When running on high end IO subsystem (SSD) I have seen it really doesn't matter much if we do single page flushing or batch flushing. Typically it would give better performance if we do single page flushing instead of waiting for a currently running LRU batch to end and then looking for a free page in the free list.

When running on regular IO subsystem the problem can be further divided in two sub-categories. When doublewrite buffer is enabled we are constrained by it's size. We can only push 120 page batch to the InnoDB IO layer (8 slots a reserved for single page flushes). What that means is that even if we wake up the page_cleaner and request it to trigger a large batch it will still be chopped into smaller pieces at dlbwr level i.e.: we'll do flush 120 pages and then wait for them to make it to the disk and then start working on the next 120 pages. This should change if and when we have multiple dblwr buffers. Currently in this scenario it may make sense to actually wait for the batch to end and try luck again.

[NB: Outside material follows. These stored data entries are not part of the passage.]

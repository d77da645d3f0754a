//! The design search (`design`, `merge`, `sweep`) against independent brute force: every
//! scored design is re-scored here by a steady-state solve written with nalgebra (not the
//! tool's solver), and the best rates of each pathway set are searched by a grid plus a compass
//! (pattern) search, a derivative-free method (Kolda, Lewis & Torczon, SIAM Review 45, 2003)
//! that shares no code with the tool's L-BFGS and adjoint gradients.

use crate::common::{close, load, root, run, scratch};
use ergopath::model::{Channel, Model, Network};
use serde_json::Value;

/// Total harvesting power of `net` plus added pathways `(a, b, q+, q-)`, each storing
/// `E_a - E_b - ln(q+/q-)` kT per forward jump (methods, section 2), from a dense LU solve
/// of `L p = 0` with the last equation replaced by `sum p = 1`.
fn power(net: &Network, added: &[(usize, usize, f64, f64)]) -> f64 {
    let mut joint = net.clone();
    for &(a, b, f, g) in added {
        joint.channels.push(Channel {
            from: a,
            to: b,
            forward: f,
            backward: g,
            work: net.energies[a] - net.energies[b] - (f / g).ln(),
            drive: 0.0,
        });
    }
    let p = crate::common::dense_stationary(&joint);
    joint
        .channels
        .iter()
        .map(|c| c.work * (c.forward * p[c.from] - c.backward * p[c.to]))
        .sum()
}

/// Limits of the brute force: per-direction cap, total rate, |work| (kT).
#[derive(Clone, Copy)]
struct Limits {
    cap: f64,
    total: Option<f64>,
    work: Option<f64>,
}

impl Limits {
    fn allows(&self, net: &Network, added: &[(usize, usize, f64, f64)]) -> bool {
        let total: f64 = added.iter().map(|p| p.2 + p.3).sum();
        added.iter().all(|&(a, b, f, g)| {
            let w = net.energies[a] - net.energies[b] - (f / g).ln();
            f <= self.cap && g <= self.cap && self.work.is_none_or(|lim| w.abs() <= lim)
        }) && self.total.is_none_or(|t| total <= t)
    }
}

/// Rates of pathways on `pairs` from a point of the unit cube, two coordinates per pathway.
/// With only a cap: log10(rate / cap) in [-6, 0] for each direction. With a work limit `W` and
/// a total rate `T`: the work per jump in [-W, W] and the pathway's traffic `q+ + q-` in
/// [0, T], so that the limits are box constraints (the total is still checked).
fn rates_at(
    net: &Network,
    pairs: &[(usize, usize)],
    limits: Limits,
    x: &[f64],
) -> Vec<(usize, usize, f64, f64)> {
    pairs
        .iter()
        .enumerate()
        .map(|(e, &(a, b))| match (limits.work, limits.total) {
            (Some(w), Some(t)) => {
                let work = w * (2.0 * x[2 * e] - 1.0);
                let ratio = (net.energies[a] - net.energies[b] - work).exp(); // q+/q-
                let traffic = t * x[2 * e + 1];
                (
                    a,
                    b,
                    traffic * ratio / (1.0 + ratio),
                    traffic / (1.0 + ratio),
                )
            }
            _ => {
                let rate = |u: f64| limits.cap * 10f64.powf(-6.0 * (1.0 - u));
                (a, b, rate(x[2 * e]), rate(x[2 * e + 1]))
            }
        })
        .collect()
}

/// Best power over the rates of pathways on `pairs`: a grid over the unit cube of
/// [`rates_at`], then a compass search (step halving to 1e-7) from the best few grid points.
/// Infeasible points score -inf.
fn brute_force(net: &Network, pairs: &[(usize, usize)], limits: Limits, grid: usize) -> f64 {
    let dims = 2 * pairs.len();
    let score = |x: &[f64]| -> f64 {
        if x.iter().any(|v| *v > 1.0 || *v < 0.0) {
            return f64::NEG_INFINITY;
        }
        let added = rates_at(net, pairs, limits, x);
        if added.iter().all(|p| p.2 > 0.0 && p.3 > 0.0) && limits.allows(net, &added) {
            power(net, &added)
        } else {
            f64::NEG_INFINITY
        }
    };
    let mut seeds: Vec<(f64, Vec<f64>)> = Vec::new();
    let points = (grid + 1).pow(dims as u32);
    for k in 0..points {
        let mut rest = k;
        let x: Vec<f64> = (0..dims)
            .map(|_| {
                let i = rest % (grid + 1);
                rest /= grid + 1;
                i as f64 / grid as f64
            })
            .collect();
        seeds.push((score(&x), x));
    }
    seeds.sort_by(|a, b| b.0.total_cmp(&a.0));
    let mut best = f64::NEG_INFINITY;
    for (mut value, mut x) in seeds.into_iter().take(6) {
        let mut step = 1.0 / grid as f64;
        while step > 1e-7 {
            let mut moved = false;
            for d in 0..dims {
                for sign in [1.0, -1.0] {
                    let mut y = x.clone();
                    y[d] += sign * step;
                    let v = score(&y);
                    if v > value {
                        (value, x, moved) = (v, y, true);
                    }
                }
            }
            if !moved {
                step /= 2.0;
            }
        }
        best = best.max(value);
    }
    best
}

fn json(args: &[&str]) -> Value {
    let out = run(args);
    assert!(
        out.status.success(),
        "{args:?}: {}",
        String::from_utf8_lossy(&out.stderr)
    );
    serde_json::from_slice(&out.stdout).unwrap()
}

/// `(pairs, q+, q- per pathway, achieved power in kT)` of each ranked design.
type Ranked = Vec<(Vec<(usize, usize)>, Vec<(f64, f64)>, f64)>;

fn ranked(model: &Model, report: &Value) -> Ranked {
    let kt = |x: f64| model.units.to_kt(x);
    report["designs"]
        .as_array()
        .unwrap()
        .iter()
        .map(|d| {
            let pathways = d["pathways"].as_array().unwrap();
            let pairs = pathways
                .iter()
                .map(|p| {
                    let a = model.state_index(p["from"].as_str().unwrap()).unwrap();
                    let b = model.state_index(p["to"].as_str().unwrap()).unwrap();
                    (a, b)
                })
                .collect();
            let rates = pathways
                .iter()
                .map(|p| {
                    (
                        p["forward"].as_f64().unwrap(),
                        p["backward"].as_f64().unwrap(),
                    )
                })
                .collect();
            (pairs, rates, kt(d["achieved_power"].as_f64().unwrap()))
        })
        .collect()
}

/// `(a, b, q+, q-)` of each pathway of a ranked design.
fn added_pathways(pairs: &[(usize, usize)], rates: &[(f64, f64)]) -> Vec<(usize, usize, f64, f64)> {
    pairs
        .iter()
        .zip(rates)
        .map(|(&(a, b), &(f, g))| (a, b, f, g))
        .collect()
}

/// Every ranked design is re-scored independently, respects the budget, and its stated power
/// is the power of its rates; then each set's power equals the brute-force best for that set.
fn check_against_brute_force(args: &[&str], limits: Limits, grid: usize, headroom_share: f64) {
    let model = load("problems/walker.toml");
    let net = &model.network;
    let report = json(args);
    let baseline = model
        .units
        .to_kt(report["baseline_power"].as_f64().unwrap());
    let headroom = model
        .units
        .to_kt(report["bound"]["headroom"].as_f64().unwrap());
    let designs = ranked(&model, &report);
    assert!(!designs.is_empty());
    // The keys of model-format.md ("design search"), with their documented meanings.
    assert!(report["budget"]["max_pathways"].as_u64().is_some());
    assert!(report["evaluated"].as_u64().unwrap() >= designs.len() as u64);
    for (i, d) in report["designs"].as_array().unwrap().iter().enumerate() {
        assert_eq!(d["rank"].as_u64(), Some(i as u64 + 1));
        let share = d["fraction_of_headroom"].as_f64().unwrap();
        let gain = model.units.to_kt(d["achieved_power"].as_f64().unwrap()) - baseline;
        assert!(close(share, gain / headroom, 1e-9, 1e-12));
    }
    for (pairs, rates, achieved) in &designs {
        let added = added_pathways(pairs, rates);
        let limits_with_roundoff = Limits {
            cap: limits.cap * (1.0 + 1e-9),
            total: limits.total.map(|t| t * (1.0 + 1e-9)),
            work: limits.work.map(|w| w * (1.0 + 1e-9)),
        };
        assert!(
            limits_with_roundoff.allows(net, &added),
            "{args:?}: {pairs:?} {rates:?} breaks the budget"
        );
        let independent = power(net, &added);
        assert!(
            close(*achieved, independent, 1e-9, 1e-12 * headroom),
            "{pairs:?}: reported {achieved}, independent solve {independent}"
        );
        let brute = brute_force(net, pairs, limits, grid);
        let gain = brute - baseline;
        assert!(
            *achieved >= brute - headroom_share * headroom,
            "{pairs:?}: search {achieved} below brute force {brute} (gain {gain})"
        );
        assert!(
            *achieved <= brute + headroom_share * headroom,
            "{pairs:?}: search {achieved} above brute force {brute}"
        );
    }
    // The ranking is in order of power.
    for w in designs.windows(2) {
        assert!(w[0].2 >= w[1].2);
    }
}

When running without dblwr on a regular IO subsystem, I am not sure which strategy is better. I have seen mixed results.

What is said above is about whether or not to wait for LRU batch instead of doing single page flushing. I believe signalling page_cleaner to trigger a batch whenever the tail is dirty is a good option in all cases.
[8 Oct 2013 9:20] Sunny Bains
Inaam, ok, I will revisit the dblwr buffer patch so that the bottleneck is fixed.